-- Material shown follows --
package main

import (
	"errors"
	"fmt"
	"io"
	"os"
	"path/filepath"
	"strings"

	"ebbline/pva"
	"ebbline/pva/casefile"
	"ebbline/pva/casefile/examples"
	"ebbline/pva/casefile/sheet"

	"github.com/spf13/pflag"
)

// caseInput is where a command's case comes from: a file or a built-in example,
// with what the command line sets over it.
type caseInput struct {
	example    string
	set        []string
	replicates int64
	seed       uint64
	flags      *pflag.FlagSet
}

func (in *caseInput) addFlags(f *pflag.FlagSet) {
	in.flags = f
	f.StringVar(&in.example, "example", "", "take a built-in case by `NAME` instead of a file (ebbline example lists them)")
	f.StringArrayVar(&in.set, "set", nil, "set one value of the case, `KEY=VALUE`, recorded in the report (repeatable)")
	f.Int64Var(&in.replicates, "replicates", 0, "how often the case is simulated (default: as in the case)")
	f.Uint64Var(&in.seed, "seed", 0, "the seed of the random numbers (default: as in the case)")
}

// largestCase is more than any case needs and less than would hurt to read.
const largestCase = 4 << 20

// read reads and checks the case. The name is the file as given, or the
// example's name with .toml.
func (in *caseInput) read(args []string) (c *pva.Case, name string, err error) {
	var data []byte
	switch {
	case in.example != "" && len(args) > 0:
		return nil, "", badInputf("give either a case file or --example, not both")
	case in.example != "":
		data, err = examples.Get(in.example)
		if err != nil {
			return nil, "", badInput{err}
		}
		name = in.example + ".toml"
	case len(args) == 0:
		return nil, "", badInputf("name a case file, or use --example NAME (%s)", strings.Join(examples.Names(), ", "))
	default:
		name = args[0]
		most := int64(largestCase)
		if isWorkbook(name) {
			most = sheet.LargestFile
		}
		if data, err = readBounded(name, most); err != nil {
			return nil, "", badInput{err}
		}
	}
	readCase := casefile.Read
	if isWorkbook(name) {
		readCase = sheet.Read
	}
	c, faults := readCase(name, data)
	if len(faults) > 0 {
		return nil, "", faults
	}
	settings, err := in.settings()
	if err != nil {
		return nil, "", badInput{err}
	}
	if len(settings) > 0 {
		if c, faults = casefile.Override(c, settings); len(faults) > 0 {
			return nil, "", faults
		}
	}
	return c, name, nil
}

// isWorkbook says whether a file is taken as a workbook: by its ending.
func isWorkbook(name string) bool { return strings.EqualFold(filepath.Ext(name), ".xlsx") }

func (in *caseInput) settings() ([]pva.Setting, error) {
	var out []pva.Setting
	for _, s := range in.set {
		one, err := casefile.ParseSetting(s)
		if err != nil {
			return nil, err
		}
		out = append(out, one...)
	}
	if in.flags.Changed("replicates") {
		out = append(out, pva.Setting{Path: "run.replicates", Value: pva.Num(float64(in.replicates))})
	}
	if in.flags.Changed("seed") {
		v := pva.Num(float64(in.seed))
		v.Text = fmt.Sprint(in.seed)
		out = append(out, pva.Setting{Path: "run.seed", Value: v})
	}
	return out, nil
}

func readBounded(path string, most int64) ([]byte, error) {
	f, err := os.Open(path)
	if err != nil {
		return nil, plainPathError(err)
	}
	defer f.Close()
	if info, err := f.Stat(); err == nil && info.IsDir() {
		return nil, fmt.Errorf("%s is a folder, not a case file", path)
	}
	data, err := io.ReadAll(io.LimitReader(f, most+1))
	if err != nil {
		return nil, plainPathError(err)
	}
	if int64(len(data)) > most {
		return nil, fmt.Errorf("%s is larger than %d MB and cannot be a case file", path, most>>20)
	}
	return data, nil
}

// plainPathError says in plain words what is wrong with a path.
func plainPathError(err error) error {
	var p *os.PathError
	if !errors.As(err, &p) {
		return err
	}
	switch {
	case errors.Is(err, os.ErrNotExist):
		return fmt.Errorf("%s does not exist", p.Path)
	case errors.Is(err, os.ErrPermission):
		return fmt.Errorf("%s may not be opened (no permission)", p.Path)
	}
	return fmt.Errorf("%s: %v", p.Path, p.Err)
}

// reportPath is where the workbook goes: --out, or beside the case under its
// name; an example's report goes to the current folder. The report of a case
// that is a workbook itself has "-report" in its name, and every command but
// assess its own kind, so that none overwrites the report of another.
func reportPath(out, caseName, kind string) string {
	if out != "" {
		return out
	}
	stem := strings.TrimSuffix(caseName, filepath.Ext(caseName)) + kind
	if isWorkbook(caseName) {
		stem += "-report"
	}
	return stem + ".xlsx"
}

// sameFile says whether two names are one file.
func sameFile(a, b string) bool {
	if p, err := filepath.Abs(a); err == nil {
		if q, err := filepath.Abs(b); err == nil && p == q {
			return true // also where neither is there yet
		}
	}
	x, err := os.Stat(a)
	if err != nil {
		return false
	}
	y, err := os.Stat(b)
	return err == nil && os.SameFile(x, y)
}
-- Material shown concluded --
_What the task asks:_
Each line of the records with the word "toml" in it is to be copied.

_Solved exercise:_
// example's name with .toml.
		name = in.example + ".toml"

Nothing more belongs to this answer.